# Hebb's rule

Hebb's Rule or Hebb's postulate attempts to explain "associative learning", in which simultaneous activation of cells leads to pronounced increases in synaptic strength between those cells. Hebb stated:

Let us assume that the persistence or repetition of a reverberatory activity (or "trace") tends to induce lasting cellular changes that add to its stability.… When an axon of cell A is near enough to excite a cell B and repeatedly or persistently takes part in firing it, some growth process or metabolic change takes place in one or both cells such that A's efficiency, as one of the cells firing B, is increased.[1]

## Model

Model of a neuron. j is the index of the neuron when there is more than one neuron. For a linear neuron, the activation function is not present (or simply the identity function).

Given a set of k-dimensional inputs represented as a column vector:

$\vec{x} = [x_1, x_2, \cdots, x_k]^T$

and a linear neuron with (initially random, uniformly distributed between -1 and 1) synaptic weights from the inputs:

$\vec{w} = [w_1, w_2, \cdots, w_k]^T$

then the output the neuron is defined as follows:

$y = \vec{w}^T \vec{x} = \sum_{i=1}^k w_i x_i$

Hebb's rule gives the update rule which is applied after an input pattern is presented:

$\Delta \vec{w} = \eta \vec{x} y$

where $\eta$ is some small fixed learning rate.

It should be clear that given the same input applied over and over, the weights will continue to grow without bound. One solution is to limit the size of the weights. Another solution is to normalize the weights after every presentation:

$\vec{w} \leftarrow \vec{w} / \left \| \vec{w} \right \|$

Normalizing the weights leads to Oja's rule.

## Hebb's rule and correlation

Instead of updating the weights after each input pattern, we can also update the weights after all input patterns.
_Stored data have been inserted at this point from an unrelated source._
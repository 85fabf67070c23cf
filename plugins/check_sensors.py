"""Built-in plugin ``check_sensors``: basic checks of an electrode set as read.

Codes: ``input.duplicate-label`` (fail: two channels with one label make every
later step ambiguous), ``input.nonfinite`` (fail, naming the labels),
``input.fiducial-missing`` (warn: co-registration by fiducials is impossible,
a surface fit may still work).
"""
from __future__ import annotations

from collections import Counter

import numpy as np

from prep import FIDUCIALS, Check, Finding, Sensors, hookimpl


def check_sensors(sensors: Sensors) -> list[Finding]:
    """Findings about labels, coordinates and fiducials of ``sensors``.

    Parameters
    ----------
    sensors : Sensors
        Any frame.

    Returns
    -------
    list of Finding
    """
    out: list[Finding] = []
    where = sensors.provenance.file or "sensors"
    counts = Counter(sensors.labels)
    for label, n in sorted(counts.items()):
        if n > 1:
            idx = [i for i, lab in enumerate(sensors.labels) if lab == label]
            origs = sorted({sensors.original_labels[i] for i in idx})
            out.append(Finding(code="input.duplicate-label", severity="fail", subjects=(label,),
                               message=f"{where}: label {label} is used by {n} channels "
                                       f"(rows {', '.join(str(i + 1) for i in idx)}; written as {', '.join(origs)})",
                               values={"count": n, "indices": idx}, source="check_sensors"))
    bad = ~np.all(np.isfinite(sensors.positions), axis=1) if len(sensors) else np.zeros(0, bool)
    if bad.any():
        labels = [sensors.labels[i] for i in np.flatnonzero(bad)]
        out.append(Finding(code="input.nonfinite", severity="fail", subjects=tuple(labels),
                           message=f"{where}: missing or non-finite coordinates for {', '.join(labels)}",
                           values={"indices": np.flatnonzero(bad).tolist()}, source="check_sensors"))
    missing = [f for f in FIDUCIALS if f not in sensors.fiducials]
    if missing:
        out.append(Finding(code="input.fiducial-missing", severity="warn", subjects=tuple(missing),
                           message=f"{where}: no {', '.join(missing)} fiducial; co-registration by "
                                   "fiducials is not possible (a surface fit may be)",
                           values={"missing": missing}, source="check_sensors"))
    return out


def _run(sensors: Sensors) -> list[Finding]:
    return check_sensors(sensors)


@hookimpl
def headprep_register_checks() -> list[Check]:
    return [Check(name="sensors", target="sensors", run=_run,
                  description="duplicate labels, non-finite coordinates, missing fiducials")]
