"""Private compiled kernel of the ``forward_bem`` plugin (numba), same formula as the numpy one.

See :mod:`._forward_bem_kernels` for the closed form. This loop computes it
per (field point, triangle) pair without temporaries and runs field points in
parallel; it is used when numba is importable, else the numpy kernel is.
"""
from __future__ import annotations

import math

import numpy as np
from numba import njit, prange


@njit(parallel=True, cache=True, fastmath=False)
def linear_weights(points, x, normal, g, one_minus_gx, coef, et, faces, n_vertices):  # pragma: no cover - compiled
    """(m, n_vertices) double-layer weights of linear hat functions.

    points (m, 3); x (k, 3, 3) triangle corners; normal (k, 3); g (k, 3, 3)
    hat gradients per corner; one_minus_gx (k, 3); coef (k, 3, 3) g_c . m_e;
    et (k, 3, 3) unit edge directions (corner e -> e + 1); faces (k, 3).
    """
    m = points.shape[0]
    k = x.shape[0]
    out = np.zeros((m, n_vertices))
    for i in prange(m):
        r0, r1, r2 = points[i, 0], points[i, 1], points[i, 2]
        y = np.empty((3, 3))
        nn = np.empty(3)
        gam = np.empty(3)
        for t in range(k):
            big = 0.0
            small = 1e300
            for c in range(3):
                y[c, 0] = x[t, c, 0] - r0
                y[c, 1] = x[t, c, 1] - r1
                y[c, 2] = x[t, c, 2] - r2
                nn[c] = math.sqrt(y[c, 0] * y[c, 0] + y[c, 1] * y[c, 1] + y[c, 2] * y[c, 2])
                big = max(big, nn[c])
                small = min(small, nn[c])
            if small <= 1e-9 * big:
                continue
            cx = y[1, 1] * y[2, 2] - y[1, 2] * y[2, 1]
            cy = y[1, 2] * y[2, 0] - y[1, 0] * y[2, 2]
            cz = y[1, 0] * y[2, 1] - y[1, 1] * y[2, 0]
            num = y[0, 0] * cx + y[0, 1] * cy + y[0, 2] * cz
            d01 = y[0, 0] * y[1, 0] + y[0, 1] * y[1, 1] + y[0, 2] * y[1, 2]
            d02 = y[0, 0] * y[2, 0] + y[0, 1] * y[2, 1] + y[0, 2] * y[2, 2]
            d12 = y[1, 0] * y[2, 0] + y[1, 1] * y[2, 1] + y[1, 2] * y[2, 2]
            den = nn[0] * nn[1] * nn[2] + d01 * nn[2] + d02 * nn[1] + d12 * nn[0]
            omega = 2.0 * math.atan2(num, den)
            h = normal[t, 0] * y[0, 0] + normal[t, 1] * y[0, 1] + normal[t, 2] * y[0, 2]
            for e in range(3):
                b = (e + 1) % 3
                sa = et[t, e, 0] * y[e, 0] + et[t, e, 1] * y[e, 1] + et[t, e, 2] * y[e, 2]
                sb = et[t, e, 0] * y[b, 0] + et[t, e, 1] * y[b, 1] + et[t, e, 2] * y[b, 2]
                if sa + sb >= 0.0:
                    gam[e] = math.log((nn[b] + sb) / (nn[e] + sa))
                else:
                    gam[e] = math.log((nn[e] - sa) / (nn[b] - sb))
            for c in range(3):
                lin = one_minus_gx[t, c] + g[t, c, 0] * r0 + g[t, c, 1] * r1 + g[t, c, 2] * r2
                line = coef[t, c, 0] * gam[0] + coef[t, c, 1] * gam[1] + coef[t, c, 2] * gam[2]
                out[i, faces[t, c]] += lin * omega - h * line
    return out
Suppose that there are $N$ input patterns. If we set the learning rate $\eta$ equal to $1/N$, then the update rule becomes

$\Delta \vec{w} = \frac{1}{N} \sum_{n=1}^N \vec{x}_n y_n = \left \langle \vec{x}_n y_n \right \rangle_N$

where $n$ is the pattern number, and $\left \langle \cdot \right \rangle_N$ is the average over N input patterns. This is convenient, because we can now substitute $y_n$:

$\Delta \vec{w} = \left \langle \vec{x}_n y_n \right \rangle_N = \left \langle \vec{x}_n \vec{w}^T \vec{x}_n \right \rangle_N = \left \langle \vec{x}_n \vec{x}_n^T \vec{w} \right \rangle_N = \left \langle \vec{x}_n \vec{x}_n^T \right \rangle_N \vec{w} = \mathbf{C} \vec{w}$

$\mathbf{C}$ is the correlation matrix for $\vec{x}$, provided that $\vec{x}$ has mean zero and variance one. This means that strong correlation between elements of $\vec{x}$ will result in a large increase in the weights from those elements, which is what Hebb's rule is all about.

Note that if $\vec{x}$ does not have mean zero and variance one, then the relationship holds up to a factor. Similarly, if the learning rate is not equal to $1/N$, then the relationship is still true up to a factor.